A bamboo forest becomes a city with bustling streets that then smoothly transform into photographs: never really in focus, ever more fragmentary and blurred. Born in Gunsan and after seven years, I was repatriated to Japan… begins as a formidable exercise in fūkei-ron, only to turn into a meditation on what remains of the past, with worlds, eras and personal views colliding.
This is Taiwan's first documentary about comfort women. The audience gets a glimpse of history as 13 "grandmothers" speak of their unspeakable past, unknown even to their family, in front of the camera.
Bae Ponggi, a Korean woman who became a comfort woman for the former Japanese military in 1944, testifies for the first time in Okinawa in 1975, after Okinawa was returned to the mainland. In the "red-tiled house" on Tokashiki Island, Okinawa, which was turned into a comfort station, she talks about her life and relationships, her situation after being left behind on the Korean Peninsula and unable to return to it after the war, and what happened afterwards.
The Christians of North Gando lose their country and leave their hometown, but gain the Gospel. The cross they hold in their hands is the symbol of daring for independence and a royal summon of the generation they have to endure. Historian Sim Yo Han retraces the footsteps of the late Father Moon Dong Hwan and finds meanings of the anti-Japanese independence movement hidden in various parts of North Gando.
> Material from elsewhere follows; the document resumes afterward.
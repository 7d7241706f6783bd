"""Case loading: the TOML file with line tracking, the picture, the domain checks."""

from relaxtui.case.loader import build_case, load_case

__all__ = ["build_case", "load_case"]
KIM Soonak is a survivor of sex slavery by the Japanese military. The war may have ended, but her life was still at a war. She lived in the prostitute quarters to survive, did sex business in the US military camp town, and peddled goods from the US military. She raised two kids on her own as she worked as a maid. We’ll listen to her story in her absence. The film reconstructs the life story of the deceased KIM Soonak with interviews with activists, archive videos, animation, and read-aloud testimony.
Byeong-man, a farmer whose father was enslaved during Japan's occupation of Korea, protests the Japanese government's claim over the disputed island territory of Dokdo. Kyeong Sook, a woman who lived on Dokdo with her father, struggles to keep his legacy alive after the Korean government mysteriously erased their history. Set in the unresolved trauma of the Japanese occupation of Korea, Land of My Father (아버지의 땅) is a story about two lives that are intertwined with a remote disputed island.
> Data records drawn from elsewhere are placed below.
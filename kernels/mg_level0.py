"""Multigrid, level 0: the interpolation weights of the operator's own grid, computed on the fly.

Level 0 is the operator's padded class array ``cls`` with its class
``table`` and diagonal ``diag`` (see :mod:`relaxtui.kernels.sweeps`). Its
interpolation weights come from per-class row/column weights ``ptab`` and
flags ``pflag`` (built by ``relaxtui.solver.mgtables.level0_tables``), so the
finest grid, the only big one, carries no interpolation arrays. The layout of
the 8 weights of a block is described in :mod:`relaxtui.kernels.multigrid`.
"""

import numpy as np
from numba import prange
from relaxtui.kernels._jit import kernel

CENTRE, EAST, SOUTH, SOUTH_EAST, SOUTH_WEST = 0, 1, 2, 3, 4
ROW_LOST, COLUMN_LOST, ISOLATED = 1, 2, 4  # pflag bits (level 0) and lost-cell bits (coarse levels)
# Storage type of the coarse levels' interpolation planes P: weights are computed in float64 and rounded
# on store; every product with them (Galerkin stencils, transfers) is formed in float64. Half the bytes
# of float64 planes (about 2.7 B per fine cell over the hierarchy).
WEIGHT_DTYPE = np.float32


@kernel(inline=True)
def _block0(cls, table, ptab, pflag, I, J, w):
    """The 8 interpolation weights of block (I, J) of level 0 into w."""
    i0 = 2 * I + 1  # padded row of fine row 2I
    j0 = 2 * J + 1  # padded column of fine column 2J
    ch = cls[i0, j0 + 1]
    cv = cls[i0 + 1, j0]
    cx = cls[i0 + 1, j0 + 1]
    w[0] = ptab[ch, 0]
    w[1] = ptab[ch, 1]
    w[2] = ptab[cv, 2]
    w[3] = ptab[cv, 3]
    lone = cx != 0 and (pflag[cx] & ISOLATED) != 0
    w[4] = 1.0 if lone else 0.0
    w[5] = w[6] = w[7] = 0.0
    if cx != 0 and not lone:
        tn = table[cx, 0]
        ts = table[cx, 1]
        tw = table[cx, 2]
        te = table[cx, 3]
        cs = cls[i0 + 2, j0 + 1]
        ce = cls[i0 + 1, j0 + 2]
        w[4] = tn * ptab[ch, 0] + tw * ptab[cv, 2]
        w[5] = tn * ptab[ch, 1] + te * ptab[ce, 2]
        w[6] = ts * ptab[cs, 0] + tw * ptab[cv, 3]
        w[7] = ts * ptab[cs, 1] + te * ptab[ce, 3]


@kernel(inline=True)
def weights_row0(cls, table, ptab, pflag, I, w, off):
    """w[:, J + off] = the 8 weights of block (I, J) of level 0 for every J (planar w (8, >= cc + off));
    nothing is written for a block row outside the grid."""
    rc = (cls.shape[0] - 1) // 2  # (rows + 1) // 2
    if I < 0 or I >= rc:
        return
    wb = np.empty(8)
    for J in range(w.shape[1] - 2):
        _block0(cls, table, ptab, pflag, I, J, wb)
        for k in range(8):
            w[k, J + off] = wb[k]


@kernel(parallel=True)
def block_weights0(cls, table, ptab, pflag, P):
    """P (8, Rc + 2, Cc + 2): level 0's interpolation weights in the planes coarse levels store."""
    for I in prange(P.shape[1] - 2):
        weights_row0(cls, table, ptab, pflag, I, P[:, I + 1], 1)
Things That Do Us Part is a documentary that reframes the stories of three women fighters who dove into a tragic war in modern Korean history, using witness statements and reenactments.
In 1991, the issue of “comfort women” was raised for the first time through the testimony of the late Kim Hak-sun. One of the first reporters in Japan to write an article about her testimony was Uemura Takashi of The Asahi Shimbun. Since the publication of his article, Uemura has been subjected to blatant attacks from the far-right, including threats on his family’s life, and the issue is still ongoing in 2021. Based on Uemura's defamation lawsuit that began in 2015, TARGET details why he had to be someone's “target.”
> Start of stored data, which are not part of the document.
@dataclass(frozen=True)
class Contact:
    """A contact resistance on every face between a cell of region ``a`` and one of region ``b``."""

    a: str
    b: str
    resistance: float  # per unit face area (e.g. m²·K/W), > 0
    line: int | None = None


@dataclass(frozen=True)
class Probe:
    """A named point (metres, origin bottom-left, y up) whose value is reported."""

    name: str
    x: float
    y: float
    line: int | None = None


@dataclass(frozen=True, eq=False)
class CoefficientMap:
    """Per-cell values of ``key`` ("conductivity" or "source") on the cells of region ``region``.

    ``values`` is (rows, cols) float64 as read (scaled for a PNG); only the
    region's cells are used. ``low``/``high`` are the range over those cells.
    """

    region: str
    key: str  # "conductivity" or "source"
    file: str  # as written in the case file ("<array>" for a map given as an array)
    values: np.ndarray
    low: float = math.nan
    high: float = math.nan
    line: int | None = None


# ---------------------------------------------------------------------------
# Parsing (the loader passes its KeyLines-derived line numbers and checker)


def parse_geometry(value, line, chk) -> str:
    text = chk.string(value, "geometry", line)
    if text not in GEOMETRIES:
        chk.fail(line, f"key 'geometry' must be \"planar\" or \"axisymmetric\", got {text!r}")
    return text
The story of the women at the "House of Sharing" continues. Old women who share a common bond lead a peaceful life in the countryside, raising vegetables, chickens and painting pictures. They are no different from the elderly women we see every day. But they are all scarred by pain and sorrow from their collective history of being comfort women during World War 2. They became subject to prejudice in their own homeland after their return to Korea. It is painful for them to watch other peoples' children and grandchildren, and they feel rage when the Japanese government tries to cover up the unspeakable crimes they committed against them. The film asks us to remember what these women sacrificed and the shame and misery they faced even as these individuals pass away often forgotten by their own people.